Are Your Kids Really Worth It?

(Written to the tune of my unsatisfiable (yet completely inspiring), screaming 2 year old boy, Shai Elijah)

Adoption is a unique and beautiful and challenging road. It is a road that a chosen few get to go down. The collective wisdom of the people whose lives are touched by adoption may be the single most powerful 'tool' available to us for leading fulfilling lives.

There are 1000 reasons why people do not participate in a support group and most of them are probably valid. I understand it, I don't respect it but I understand it. After all, to participate in a support group requires courage, compassion (love), wisdom and faith. Courage to acknowledge that adoption is unique and therefore carries unique joys and challenges; compassion, to listen and help someone else that you may or may not know; wisdom from living life; and faith in the people and process that there is more to life then what you are experiencing now. The motivation can only come from one place, ask yourself "are my children worth it?"

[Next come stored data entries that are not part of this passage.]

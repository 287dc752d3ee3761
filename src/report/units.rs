//! The units reports show: each species' levels in the concentration unit the file declared it
//! with (`species H = 2 nM` → nM, not 2e-9 M), and mass-action constants with their units
//! written out (`/M/s`).

use crate::network::parser::Item;
use crate::network::{units, Dim, Network};

/// A concentration unit to show figures in: its name and its size in mol/L.
#[derive(Clone, Debug, PartialEq)]
pub struct Shown {
    pub name: String,
    /// mol/L per unit: a molar figure divided by this is in the unit.
    pub factor: f64,
}

impl Shown {
    fn molar() -> Shown {
        Shown {
            name: "M".into(),
            factor: 1.0,
        }
    }

    /// `x` mol/L in this unit.
    pub fn of(&self, molar: f64) -> f64 {
        molar / self.factor
    }

    /// The unit's name in plain ASCII (`uM` for µM), for CSV headers.
    pub fn ascii(&self) -> String {
        self.name.replace(['µ', 'μ'], "u")
    }
}

/// The concentration units of the network language, by size.
const NAMES: &[(&str, f64)] = &[
    ("M", 1.0),
    ("mM", 1e-3),
    ("µM", 1e-6),
    ("nM", 1e-9),
    ("pM", 1e-12),
    ("fM", 1e-15),
];

/// The unit species `name`'s amount was written in, if a concentration unit of the language.
fn declared(net: &Network, name: &str) -> Option<Shown> {
    let (unit, factor) = net.source.written_unit(name)?;
    match units::unit(&unit) {
        Some((_, d)) if d == Dim::CONC => Some(Shown { name: unit, factor }),
        _ => NAMES
            .iter()
            .find(|(_, f)| *f == factor && d_conc(net, name))
            .map(|(n, _)| Shown {
                name: n.to_string(),
                factor,
            }),
    }
}

/// Whether species `name` was declared with a concentration.
fn d_conc(net: &Network, name: &str) -> bool {
    net.source.items.iter().any(|item| {
        matches!(item, Item::Species { name: n, amount, .. }
            if n.text == name && !amount.bare && amount.quantity.dim == Dim::CONC)
    })
}

/// A param's value in the unit the file wrote it in: `58.91 /min`; canonical units where the
/// file wrote it bare.
pub fn param_value(net: &Network, name: &str, canonical: f64) -> String {
    match net.source.written_unit(name) {
        Some((unit, factor)) => format!("{} {unit}", super::num(canonical / factor)),
        None => super::num(canonical),
    }
}

/// The unit species `i`'s concentrations are shown in: the one the file declared it with;
/// for a species written in molecules, the unit of the file's first species written as a
/// concentration; M where the file wrote none (or for an imported model, whose
/// concentrations keep their own unit: [`None`] there means "as the engine reports").
pub fn species_unit(net: &Network, i: usize) -> Shown {
    if net.amount.count_per_amount != 1.0 || net.amount.concentration_unit != "M" {
        return Shown {
            name: net.amount.concentration_unit.clone(),
            factor: 1.0,
        };
    }
    declared(net, &net.species[i].name)
        .or_else(|| net.species.iter().find_map(|s| declared(net, &s.name)))
        .unwrap_or_else(Shown::molar)
}

/// A molar figure of species `i` with its unit: `9.091 nM`.
pub fn level(net: &Network, i: usize, molar: f64) -> String {
    let u = species_unit(net, i);
    format!("{} {}", super::num(u.of(molar)), u.name)
}

/// A molar figure of reaction `j` (a flux over its compartment) in the unit of its first
/// reactant, or of its first product for a zero-order step.
pub fn reaction_level(net: &Network, j: usize, molar: f64) -> String {
    let r = &net.reactions[j];
    match r.reactants.first().or(r.products.first()) {
        Some(&(i, _)) => level(net, i, molar),
        None => format!("{} M", super::num(molar)),
    }
}

/// The canonical unit of a mass-action constant of `order` where a volume is set:
/// `M/s`, `/s`, `/M/s`, `/M^2/s`.
pub fn mass_action_unit(order: u32) -> String {
    match order {
        0 => "M/s".into(),
        1 => "/s".into(),
        2 => "/M/s".into(),
        m => format!("/M^{}/s", m - 1),
    }
}

#[cfg(test)]
mod tests {
    use super::*;
    use crate::network::{load_source, Overrides};

    fn net(src: &str) -> Network {
        load_source("t.crn", src.as_bytes(), &Overrides::default()).unwrap()
    }

    #[test]
    fn levels_are_shown_in_the_declared_unit() {
        let n = net(
            "volume 1 pL\nspecies H = 2 nM\nspecies R = 5 uM\nspecies Q = 30\n\
                     step a H + R -> Q @ 1 /M/s\n",
        );
        assert_eq!(species_unit(&n, 0).name, "nM");
        assert_eq!(species_unit(&n, 1).name, "uM");
        assert_eq!(species_unit(&n, 1).ascii(), "uM");
        // Q was written in molecules: the file's first concentration unit.
        assert_eq!(species_unit(&n, 2).name, "nM");
        // 1.162e-9 M is 1.162 nM.
        assert_eq!(level(&n, 0, 1.162e-9), "1.162 nM");
    }

    #[test]
    fn params_are_shown_in_the_written_unit() {
        let n = net(
            "param kcat = 60 /min\nparam k2 = 1e-3 /s\nparam b = 2\nspecies A = 5\n\
                     step a A -> 0 @ kcat\nstep c A -> 0 @ k2\nstep d A -> 0 @ b\n",
        );
        // 0.9819 /s is 58.91 /min (1 min = 60 s).
        assert_eq!(param_value(&n, "kcat", 0.9819), "58.91 /min");
        assert_eq!(param_value(&n, "k2", 2e-3), "0.002 /s");
        assert_eq!(param_value(&n, "b", 3.0), "3");
    }

    #[test]
    fn molar_without_a_written_concentration() {
        let n = net("volume 1 pL\nspecies Q = 30\nstep a Q -> 0 @ 1 /s\n");
        assert_eq!(species_unit(&n, 0).name, "M");
    }

    #[test]
    fn mass_action_units_follow_the_order() {
        // k of order m has units M^(1−m)/s (IUPAC Gold Book, "rate constant" [M]).
        assert_eq!(mass_action_unit(0), "M/s");
        assert_eq!(mass_action_unit(1), "/s");
        assert_eq!(mass_action_unit(2), "/M/s");
        assert_eq!(mass_action_unit(3), "/M^2/s");
    }
}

It's funny, we all never seem to have time for our support groups and the 4 necessary components (courage, compassion (love), wisdom and faith) take absolutely no preparation.

I understand why we make excuses not to attend and participate in a support group. Because it's hard! Support groups are hard even when they are not focused around something as dynamic as adoption. After all, how many of us really want to get together and talk about how much infertility sucked or how we don't want to get to a friends family picnic because there are newborn babies there. That's just on the infertility side. For those of us who have adopted or are in the process, do we really want to talk about how scared we are to have an adoption plan 'blow up' or to not be chosen by a birth mother. Or the parenting fear of being challenged by our children and being faced with the inevitable rebellious slam "well you're not my real parents!"

How many of us really want to admit that we are different? Different because we have chosen to build a family...against the odds. Different because our lives have birth families in them (whether 'open' or not). Maybe different because our families are multi-cultural. Different because our friends and families just don't get it.

I believe that acknowledging these differences is essential for building healthy families and fundamental to experiencing the adoption journey to its fullest (the ups and the downs). I am fortunate to meet many people at various stages of the adoption process. While I try to honor everyone's choices and not judge their decisions (as I firmly believe myself to be a student of this process...not a teacher) I find it most difficult to communicate with the adoptive parent (or parents) who say "we don't want to make an issue of our child's adoption, we are not hiding it, but we don't see the need to talk about it or emphasize it either."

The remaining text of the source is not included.